La tentación de hacerse rico sin apearse del púlpito
Ello por no extendernos en episodios de efectos tan letales para la salud de una democracia como el de los GAL, una iniciativa antiterrorista que surgió en las sentinas del Estado dañando su crédito a los ojos de millones de españoles, sin contrapartida benéfica alguna en la lucha contra ETA, como se esgrimía una y otra vez para justificar lo injustificable. Desalojado del poder por culpa de sus muchos errores, los patronos de la ‘progresía’ patria se encargaron de acogerlo en su seno y de crearle esa imagen de estadista preclaro, algo que, para los testigos de aquella época, no pasa de ser un sarcasmo más de los muchos con los que nos obsequian los mandamases de este país. No es lo peor que los poderosos intenten mantener su poder y privilegios, sino que pretenden encima utilizar a sus ídolos para vender mercancías de renovación y progresismo, gravemente adulteradas, a una nación que está sufriendo en sus gentes las consecuencias de políticas y ejecutorias en las que tuvo bastante que ver el señor González.
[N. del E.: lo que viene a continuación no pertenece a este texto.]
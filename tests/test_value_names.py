"""Named values of a number operand kind, on cond4's goto (``go z, loop``).

cond4 (tests/machines/cond4.toml) names the four values of its 2-bit
``cond`` kind: never = 0b00, c = 0b01, z = 0b10, zc = 0b11. The loader
checks the names, the assembler reads them (and plain numbers), the
disassembler, ``isa`` and the debugger's code view write them back.
"""

from __future__ import annotations

import json

import pytest

import asm
import emu
from cli_support import cli, write
from engine_support import COND4_PATH

COND4 = emu.load_machine(COND4_PATH)
COND4_TEXT = COND4_PATH.read_text(encoding="utf-8")
NAMES = "never = 0b00, c = 0b01, z = 0b10, zc = 0b11"


def words_of(source: str) -> list[int]:
    return asm.assemble_text(source, COND4, filename="t.asm").flat()


def diagnostics(source: str):
    with pytest.raises(asm.AsmError) as caught:
        asm.assemble_text(source, COND4, filename="t.asm")
    return [(d.line, d.column, d.message) for d in caught.value.diagnostics]


# ----- the machine file ---------------------------------------------------------------------

def test_the_kind_keeps_its_names_in_file_order():
    kind = COND4.operand_kinds["cond"]
    assert kind.value_names == (("never", 0), ("c", 1), ("z", 2), ("zc", 3))
    assert kind.value_named("ZC") == 3 and kind.value_named("nz") is None
    assert kind.name_of(2) == "z"


BAD_NAMES = {
    "a value the bits cannot hold": (
        NAMES.replace("zc = 0b11", "zc = 4"), "'zc' must be an integer the operand holds (0…3), not 4"),
    "a value that is not a number": (
        NAMES.replace("zc = 0b11", 'zc = "3"'), "'zc' must be an integer the operand holds (0…3), not '3'"),
    "two names for one value": (
        NAMES.replace("zc = 0b11", "zc = 0b10"), "'zc' and 'z' both stand for 2; give each value one name"),
    "names differing only in case": (
        NAMES.replace("zc = 0b11", "ZC = 0b11, zc = 1"),
        "the value name 'zc' differs from 'ZC' only in case (names are matched in any case)"),
    "a register's name": (
        NAMES.replace("zc", "A"), "the value name 'A' is also the register 'a'; a program could not tell them apart"),
    "a group's name": (
        NAMES.replace("zc", "hml"),
        "the value name 'hml' is also the register group 'hml'; a program could not tell them apart"),
    "a mnemonic": (
        NAMES.replace("zc", "poll"),
        "the value name 'poll' is also the mnemonic of 'poll'; a program line would read ambiguously"),
    "a name the assembler cannot read": (
        NAMES.replace("zc", '"1x"'), "a value name must be a name the assembler reads (letters, digits and _, "
                                     "not starting with a digit), not '1x'"),
}


@pytest.mark.parametrize("names, message", BAD_NAMES.values(), ids=BAD_NAMES.keys())
def test_a_bad_value_name_is_located_in_the_machine_file(names, message):
    line = COND4_TEXT[:COND4_TEXT.index(NAMES)].count("\n") + 1
    with pytest.raises(emu.MachineError) as caught:
        emu.machine_from_text(COND4_TEXT.replace(NAMES, names), "cond4.toml")
    assert str(caught.value).splitlines()[0] == f"cond4.toml:{line}: error: [operands] cond: {message}"


def test_a_value_name_may_not_be_a_literal_word_of_a_syntax_string():
    text = COND4_TEXT.replace('syntax = "ready"', 'syntax = "ready now"').replace(NAMES, NAMES.replace("zc", "now"))
    with pytest.raises(emu.MachineError) as caught:
        emu.machine_from_text(text, "cond4.toml")
    assert str(caught.value).splitlines()[0].endswith(
        "error: [operands] cond: the value name 'now' is also a word of the syntax 'ready now'; "
        "a program line would read ambiguously")


@pytest.mark.parametrize("old, new, message", [
    ("cond = { bits = 2, names", 'cond = { bits = 2, relative = "next", names',
     "'names' is for values; a relative kind's operand is a target address"),
    ("cond = { bits = 2, names", 'cond = { registers = ["a", "b"], names',
     "'names' is for number operands; this kind lists registers"),
    (f"names = {{ {NAMES} }}", "names = {}", "'names' must name at least one value, e.g. { nz = 0b1001 }"),
    (f"names = {{ {NAMES} }}", "names = [1]", "'names' must be a table, not a list"),
])
def test_names_only_where_a_value_is_read(old, new, message):
    with pytest.raises(emu.MachineError) as caught:
        emu.machine_from_text(COND4_TEXT.replace(old, new), "cond4.toml")
    assert str(caught.value).splitlines()[0].endswith(f"error: [operands] cond: {message}")


# ----- the assembler ------------------------------------------------------------------------

def test_names_in_any_case_and_plain_numbers_assemble_alike():
    # go cc, dest: 0111 | cc 00 | dest in three words, top nibble first
    assert words_of("go z, 0x123\n") == [0x7, 0b1000, 0x1, 0x2, 0x3]
    assert words_of("go Z, 0x123\n") == words_of("go 2, 0x123\n") == words_of("go 0b10, 0x123\n")
    assert words_of("k = 3\ngo k, 0\n") == words_of("go zc, 0\n") == [0x7, 0b1100, 0, 0, 0]


def test_a_value_name_wins_over_a_label_of_the_same_name_in_its_position():
    # z is a label at 5 and a value name (2): the cond position reads the name, the address the label
    source = "go z, z\nz: stop\n"
    assert words_of(source) == [0x7, 0b1000, 0x0, 0x0, 0x5, 0x0]


@pytest.mark.parametrize("source, line, column, message", [
    ("go nz, 0\n", 1, 4, "'nz' is not a value of cond (never, c, z, zc or a number 0…3) (did you mean 'z'?)"),
    ("go neverr, 0\n", 1, 4, "'neverr' is not a value of cond (never, c, z, zc or a number 0…3) "
                             "(did you mean 'never'?)"),
    ("go 4, 0\n", 1, 4, "4 does not fit cond (0…3)"),
    ("go z\n", 1, 1, "go takes: go cc, dest"),
])
def test_program_errors_on_named_operands_are_located(source, line, column, message):
    assert diagnostics(source) == [(line, column, message)]


def test_a_misspelt_name_renders_with_a_caret():
    with pytest.raises(asm.AsmError) as caught:
        asm.assemble_text("top:  go zz, top\n", COND4, filename="wait.asm")
    assert str(caught.value) == ("wait.asm:1:10: error: 'zz' is not a value of cond (never, c, z, zc or a "
                                 "number 0…3) (did you mean 'z'?)\n"
                                 "    top:  go zz, top\n"
                                 "             ^")


# ----- written back -------------------------------------------------------------------------

def test_the_disassembler_writes_the_name_and_reads_back():
    source = "start: go never, start\n go c, start\n go Z, start\n go 3, start\n stop\n"
    program = asm.assemble_text(source, COND4, filename="t.asm")
    lines = [line.split(";")[0].strip() for line in asm.disassemble(COND4, program.flat(), 0, program)]
    assert lines == [".org 0x000", "start:", "go never, start", "go c, start", "go z, start", "go zc, start",
                     "stop"]
    assert asm.assemble_text("\n".join(lines) + "\n", COND4).flat() == program.flat()


def test_the_code_view_reads_one_instruction_with_its_name():
    words = words_of("go c, 0x0AB\n")
    assert asm.disassemble_at(COND4, words.__getitem__, 0) == ("go c, 0x0AB", 5)


def test_isa_lists_the_names_with_their_bits(capsys):
    code, out, _ = cli(capsys, "isa", "--brief", "--machine", str(COND4_PATH))
    assert code == 0
    lines = out.splitlines()
    at = lines.index("operand values (name = bits):")
    assert lines[at + 1] == "  cond     never = 00, c = 01, z = 10, zc = 11  (or a number 0…3)"
    code, out, _ = cli(capsys, "isa", "--json", "--machine", str(COND4_PATH))
    assert json.loads(out)["operand_values"] == {"cond": {"never": 0, "c": 1, "z": 2, "zc": 3}}


def test_dis_and_the_listing_show_the_names(capsys, tmp_path):
    source = write(tmp_path, "wait.asm", "top: go z, top\n     stop\n")
    code, _out, _err = cli(capsys, "asm", "--machine", str(COND4_PATH), str(source), "--listing")
    assert code == 0
    listing = (tmp_path / "wait.lst").read_text(encoding="utf-8")
    assert "go z, top" in listing
    code, out, _ = cli(capsys, "dis", "--machine", str(COND4_PATH), str(tmp_path / "wait.hex"))
    assert code == 0 and "go z, top" in out
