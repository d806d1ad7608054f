"""The clock generator's phase table, simulated time and the ring's skip-ahead.

Clock arithmetic here is common practice (no source): period = sum of the
phase durations of one turn, frequency = pulses per turn / period, duty
cycle = time high / period.
"""

from __future__ import annotations

from pathlib import Path

import numpy as np
import pytest
from hypothesis import given, settings
from hypothesis import strategies as st

import emu
from emu.engine import Ring

MACHINES = {
    "ref8": emu.load_machine("ref8"),
    "acc12": emu.load_machine(Path(__file__).parent / "machines" / "acc12.toml"),
}

SIX_HERTZ = """
[machine]
name = "six"
data_bits = 4
address_bits = 4

[registers]
pc = 4

[internal]
ir = 4

[flags]
z = "zero"

[operands]

[assembler]
pause = "stop"

[clock]
stages = 2

[[clock.phase]]
name = "high"
level = 1
ms = 83
ring = [1]

[[clock.phase]]
name = "low"
level = 0
ms = 83
ring = [2]
hold = true

[fetch]
steps = ["ir <- mem[pc]; pc <- pc + 1"]

[[instruction]]
syntax = "idle"
encoding = ["0000"]
steps = []

[[instruction]]
syntax = "stop"
encoding = ["1111"]
steps = ["halt"]
"""


class EdgeTimes(emu.Observer):
    """Records the simulated time of every clock edge the generator makes."""

    def __init__(self):
        self.rising: list[int] = []
        self.falling: list[int] = []

    def edge(self, emu_, level):
        (self.rising if level else self.falling).append(emu_.time_ns)


def measured_edges(machine, cycles: int) -> EdgeTimes:
    emulator = emu.Emulator(machine)
    edges = EdgeTimes()
    emulator.observe(edges)
    emulator.run(max_cycles=cycles)
    assert emulator.cycles == cycles
    return edges


# ----- 83 ms high, 83 ms low ---------------------------------------------------------------

@pytest.mark.parametrize("watched", [False, True])
def test_83_ms_high_and_low_is_about_6_hz_and_6_cycles_take_about_a_second(watched):
    machine = emu.machine_from_text(SIX_HERTZ, "six.toml")
    assert machine.cycle_ns == 166_000_000  # about 167 ms
    assert machine.nominal_hz == pytest.approx(6.0, rel=0.01)
    emulator = emu.Emulator(machine)
    if watched:
        emulator.observe(emu.Observer())
    stop = emulator.run(max_cycles=6)
    assert (stop.kind, emulator.cycles, emulator.instructions) == ("cycle_limit", 6, 6)
    assert emulator.sim_seconds == pytest.approx(1.0, rel=0.01)


def test_83_ms_pulses_are_83_ms_high_every_166_ms():
    edges = measured_edges(emu.machine_from_text(SIX_HERTZ, "six.toml"), 6)
    assert [f - r for r, f in zip(edges.rising, edges.falling)] == [83_000_000] * 6
    assert np.diff(edges.rising).tolist() == [166_000_000] * 5


# ----- the two machines' clocks ----------------------------------------------------------------

def test_ref8_clock_is_5_hz_with_a_50_percent_duty_cycle():
    machine = MACHINES["ref8"]
    assert machine.nominal_hz == pytest.approx(5.0)
    high = sum(p.duration_ns for p in machine.phases if p.level == 1)
    assert high / machine.cycle_ns == pytest.approx(0.5)
    # ref8 reference, "Clock, halts and the panel": a hold point in every low interval
    assert machine.pulses_per_turn == 1 and any(p.hold for p in machine.phases if p.level == 0)
    edges = measured_edges(machine, 10)
    assert [f - r for r, f in zip(edges.rising, edges.falling)] == [100_000_000] * 10
    assert np.diff(edges.rising).tolist() == [200_000_000] * 9
    assert edges.falling[-1] == pytest.approx(2.0e9)  # 10 cycles at 5 Hz


def test_acc12_clock_is_10_hz_with_two_pulses_per_turn():
    machine = MACHINES["acc12"]
    assert machine.pulses_per_turn == 2
    assert machine.nominal_hz == pytest.approx(10.0)
    edges = measured_edges(machine, 20)
    assert len(edges.rising) == len(edges.falling) == 20
    assert set(f - r for r, f in zip(edges.rising, edges.falling)) == {40_000_000}
    assert edges.falling[-1] == pytest.approx(2.0e9)  # 20 cycles at 10 Hz


@pytest.mark.parametrize("name", list(MACHINES))
@settings(max_examples=25, deadline=None)
@given(cycles=st.integers(1, 3000))
def test_fast_and_watched_runs_reach_the_same_time(name, cycles):
    machine = MACHINES[name]
    fast, watched = emu.Emulator(machine), emu.Emulator(machine)
    watched.observe(emu.Observer())
    fast.run(max_cycles=cycles)
    watched.run(max_cycles=cycles)
    assert fast.cycles == watched.cycles == cycles
    assert (fast.time_ns, fast.phase_index) == (watched.time_ns, watched.phase_index)


# ----- Ring.skip_cycles ----------------------------------------------------------------------------

class TableSource:
    """An irregular clock: each turn's durations from a fixed table, in order."""

    def __init__(self, phases: int, seed: int):
        rng = np.random.default_rng(seed)
        self.rows = rng.integers(1_000_000, 90_000_000, size=(5000, phases), dtype=np.int64)
        self.next = 0

    def turns(self, k: int):
        rows = self.rows[self.next:self.next + k]
        self.next += k
        return rows


def ring_at(machine, boundary: int, seed: int | None) -> Ring:
    ring = Ring(machine)
    if seed is not None:
        ring.set_source(TableSource(len(machine.phases), seed))
    phases = machine.phases
    while ring.index != ring.boundaries[boundary]:  # run to the wanted boundary
        ring.run_phase()
    assert phases[ring.index - 1].level == 1 and phases[ring.index].level == 0
    return ring


def run_cycles_phase_by_phase(ring: Ring, cycles: int) -> None:
    phases = ring.phases
    while cycles:
        level = phases[ring.index].level
        ring.run_phase()
        if level == 1 and phases[ring.index].level == 0:
            cycles -= 1


@pytest.mark.parametrize("name", list(MACHINES))
@settings(max_examples=80, deadline=None)
@given(data=st.data(), cycles=st.integers(0, 2000), seed=st.one_of(st.none(), st.integers(0, 2**16)))
def test_skip_cycles_equals_running_phase_by_phase(name, data, cycles, seed):
    machine = MACHINES[name]
    boundary = data.draw(st.integers(0, len(Ring(machine).boundaries) - 1), label="boundary")
    skipped, stepped = ring_at(machine, boundary, seed), ring_at(machine, boundary, seed)
    skipped.skip_cycles(cycles)
    run_cycles_phase_by_phase(stepped, cycles)
    assert skipped.state() == stepped.state()
    if seed is not None:
        assert skipped.source.next == stepped.source.next  # same turns drawn


@pytest.mark.parametrize("name", list(MACHINES))
def test_nominal_time_is_whole_turns_of_the_table(name):
    machine = MACHINES[name]
    ring = Ring(machine)
    start = ring.time_ns
    ring.skip_cycles(machine.pulses_per_turn * 1000)
    assert ring.time_ns - start == 1000 * machine.cycle_ns
    assert ring.index == Ring(machine).index


def test_ring_boundaries_follow_the_falling_edges():
    assert Ring(MACHINES["ref8"]).boundaries == (2,)  # phase C, after A and B high
    assert Ring(MACHINES["acc12"]).boundaries == (1, 4)  # G1 and G2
No pretendemos ser fuente de inspiración de ningún partido, pero, a tenor de lo visto y vivido, el flamante Secretario General del PSOE debería cuidarse de recibir ayudas y consejos de quien, tras sus largos años de Gobierno, se ha dedicado a hacer dinero a la sombra de multimillonarios tan poco ejemplares como el mexicano Carlos Slim, pero que cíclicamente, como las golondrinas, regresan –caso también del citado Aznar– al patio nacional vencidos por la tentación de dar consejos sobre cómo arreglar el mundo, quizá en el fondo sobre cómo seguir amueblando el suyo propio, si tenemos en cuenta que su caché como ex presidente fuera de España depende en gran medida de su capacidad para seguir influyendo dentro de ella. Hombre rico, hombre pobre, Felipe González nunca podrá librarse del baldón de ser uno de los máximos responsables, si no el que más, de la postración en la que se encuentra el socialismo español.